In order to do that, a suite of core technologies had to be developed having to do with simulating e-beam because, he said. “When you are trying to do direct write you have to do it at a one-to-one dimension, whereas when you are writing masks you do it at a four-to-one dimension. So if you are trying to write 30nm on the wafer, on the mask it’s 120nm, but with the direct-write way you have to do it at 30nm and that’s tough. So for wafer direct write, the era of needing e-beam simulation comes much, much earlier because of the one-to-one dimensions. Because we had to deal with that, we developed a bunch of technologies in-house to do simulation.”
By the time D2S spun out in 2007, the team had started to develop a portfolio of simulation techniques that did just that.
Another interesting aspect of D2S technology is that it runs on GPU-based machines because GPUs are especially good at these kinds of accelerations, Fujimura explained—particularly for lithography because of the image processing aspect of it, but even more particularly for e-beam because of the increase in convolution.

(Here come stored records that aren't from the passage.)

import { QueryTypes, type Transaction } from 'sequelize';
import type { WheelPosition } from '~/loads';
import { sequelize } from '~/models/database.server';

/** A tire where it is fitted now. Pressures are gauge kPa, the volume litres. */
export interface FittedTire {
  tireId: string;
  position: WheelPosition;
  size: string;
  sidewallLimitKpa: number;
  wheelLimitKpa: number;
  volumeL: number;
  volumeSource: 'estimated' | 'typed';
  fittedFrom: Date;
}

/** The tires that a coach runs on now, in no order. */
export async function loadFittedTires(
  coachId: string,
  transaction?: Transaction,
): Promise<FittedTire[]> {
  return sequelize.query<FittedTire>(
    `SELECT tires.id AS "tireId", position, size, sidewall_limit_kpa AS "sidewallLimitKpa",
       wheel_limit_kpa AS "wheelLimitKpa", volume_l AS "volumeL",
       volume_source AS "volumeSource", fitted_from AS "fittedFrom"
     FROM fittings JOIN tires ON tires.id = tire_id
     WHERE fittings.coach_id = :coachId AND fitted_until IS NULL`,
    { replacements: { coachId }, type: QueryTypes.SELECT, ...(transaction ? { transaction } : {}) },
  );
}
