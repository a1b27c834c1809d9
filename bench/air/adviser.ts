import type { Advice, FillEvent } from '../../app/air/contract';

/** Whoever tells the crew what to do: the product, or one that sees everything. */
export interface Adviser {
  apply(event: FillEvent): void;
  advise(at: number): Advice;
}

export type { Advice, Call, FillEvent, FillSetup } from '../../app/air/contract';
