import { type Figures, figuresOf, quantile } from './figures';
import type { Who } from './options';
import type { FillOutcome } from './outcome';

/** A column group: first tire of a coach without a profile, later tires, and a later round. */
export interface Column {
  who: Who;
  title: string;
  first: Figures;
  later: Figures;
  next: Figures | null;
  all: Figures;
  adviseP50Ms: number;
  adviseP99Ms: number;
  adviseMaxMs: number;
}

const TIRES = 4;

export function columnOf(who: Who, fills: readonly FillOutcome[], title: string = who): Column {
  const next = fills.filter((fill) => fill.tire >= TIRES);
  const firstRound = fills.filter((fill) => fill.tire < TIRES);
  const ms = fills.flatMap((fill) => fill.adviseMs);
  return {
    who,
    title,
    first: figuresOf(firstRound.filter((fill) => fill.tire === 0)),
    later: figuresOf(firstRound.filter((fill) => fill.tire > 0)),
    next: next.length > 0 ? figuresOf(next) : null,
    all: figuresOf(fills),
    adviseP50Ms: quantile(ms, 0.5),
    adviseP99Ms: quantile(ms, 0.99),
    adviseMaxMs: ms.reduce((most, value) => Math.max(most, value), 0),
  };
}

type Cell = (figures: Figures) => string;

const plain =
  (key: keyof Figures, digits: number): Cell =>
  (figures) =>
    spell(figures[key], digits);
const percent =
  (key: keyof Figures): Cell =>
  (figures) =>
    Number.isNaN(figures[key]) ? '–' : `${spell(100 * figures[key], 1)} %`;

function spell(value: number, digits: number): string {
  if (Number.isNaN(value)) return '–';
  return Number.isFinite(value) ? value.toFixed(digits) : 'never';
}

/** Rows as design/engine.md has them, with its goal for the product. */
const ROWS: [string, Cell, string][] = [
  ['time to done, median', plain('ratioMedian', 2), '1.25 / 1.20'],
  ['time to done, 90th percentile', plain('ratioP90', 2), '1.8 / 1.7'],
  ['hard coaches, median', plain('hardMedian', 2), '1.25'],
  ['hard coaches, 90th percentile', plain('hardP90', 2), '1.9'],
  ['put on, mean times a tire', plain('putOn', 1), '2.0 / 1.9'],
  ['tires that had to be bled', percent('bled'), '5 % / 4 %'],
  ['error when settled, p95, psi', plain('errorPsiP95', 1), '1.2 / 1.1'],
  ['lost > 0.1 psi to reverse flow', percent('lost'), '1 % / 0.5 %'],
  ['all taps, median', plain('taps', 0), '12 / 10'],
  ['not done, or without proof', percent('failed'), '1 % / 1 %'],
  ['said unreachable, wrongly', percent('wronglyUnreachable'), '1 %'],
  ['said unreachable, rightly', percent('rightlyUnreachable'), '≥ 95 %'],
  ['passed the limit', percent('overLimit'), '0'],
  ['80 % band holds supply', percent('supplyBand'), '80 %'],
  ['80 % band holds tire', percent('tireBand'), '80 %'],
  ['seconds, median', plain('secondsMedian', 0), ''],
  ['perfect player, seconds, median', plain('perfectMedianS', 0), ''],
];

/** Rows that mean nothing for people without the product. */
const NOT_OF_PEOPLE = new Set([
  'all taps, median',
  'passed the limit',
  '80 % band holds supply',
  '80 % band holds tire',
]);

/** The table as Markdown: first tire / later tires / the next round (product only). */
export function tableOf(columns: readonly Column[]): string {
  const head = ['figure: first / later tires', ...columns.map(headOf), 'goal'];
  const rows = ROWS.map(([name, cell, goal]) => [
    name,
    ...columns.map((column) => cells(column, name, cell)),
    goal,
  ]);
  const timed = columns.filter((column) => column.who === 'product');
  const speed = timed.map(
    (column) =>
      `advise, ${column.title}: median ${column.adviseP50Ms.toFixed(2)} ms, p99 ${column.adviseP99Ms.toFixed(2)} ms, ` +
      `longest ${column.adviseMaxMs.toFixed(1)} ms (goal: p99 4 ms)`,
  );
  return [...layOut([head, ...rows]), '', ...speed].join('\n');
}

function headOf({ title, next }: Column): string {
  return next ? `${title} / next round` : title;
}

function cells(column: Column, name: string, cell: Cell): string {
  const person = column.who === 'plain' || column.who === 'expert';
  if (person && NOT_OF_PEOPLE.has(name)) return '–';
  const both = `${cell(column.first)} / ${cell(column.later)}`;
  const all =
    name.startsWith('hard') || name.startsWith('said') ? ` (all ${cell(column.all)})` : '';
  return column.next ? `${both} / ${cell(column.next)}${all}` : `${both}${all}`;
}

function layOut(rows: string[][]): string[] {
  const widths = rows[0]!.map((_, i) => Math.max(...rows.map((row) => row[i]!.length)));
  const lines = rows.map((row) => `| ${row.map((c, i) => c.padEnd(widths[i]!)).join(' | ')} |`);
  const rule = `|${widths.map((width) => '-'.repeat(width + 2)).join('|')}|`;
  return [lines[0]!, rule, ...lines.slice(1)];
}

/** Worst fills, to look at with --trace. */
export function worstOf(fills: readonly FillOutcome[], most: number): string[] {
  const bad = fills.filter(
    (fill) => fill.reachable !== !fill.saidUnreachable || (fill.reachable && !fill.done),
  );
  const slow = fills
    .filter((fill) => fill.done && !bad.includes(fill))
    .sort((a, b) => b.seconds / b.perfectSeconds - a.seconds / a.perfectSeconds);
  return [...bad, ...slow].slice(0, most).map(lineOf);
}

function lineOf(fill: FillOutcome): string {
  const ratio = (fill.seconds / fill.perfectSeconds).toFixed(2);
  const end = fill.done ? (fill.proven ? 'done' : 'done without proof') : 'not done';
  const said = fill.saidUnreachable ? ', said unreachable' : '';
  const could = fill.reachable ? '' : ' (not reachable)';
  return (
    `${fill.coach}:${fill.tire + 1}${could} ${end}${said}, ${fill.seconds.toFixed(0)} s, ` +
    `ratio ${ratio}, put on ${fill.putOn}, taps ${fill.taps}${fill.bled ? ', bled' : ''}`
  );
}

Looking ahead, Mentor Graphics’ Bhatara pointed out another area emerging as a very, very strong focus throughout the industry—albeit a little difficult to quantify and not entirely tangible—is really about solving the issue of productivity. “This includes development cycle times and associated costs. Because of the number of tools, the amount of complexity that’s going into these flows is shooting up and your engineering resources don’t necessarily grow exponentially. The industry is unwilling to tolerate development cycle times that would increase, so a lot of the onus is really borne by us from a software standpoint working closely with our customers and partners and tackling this issue of managing productivity needs.”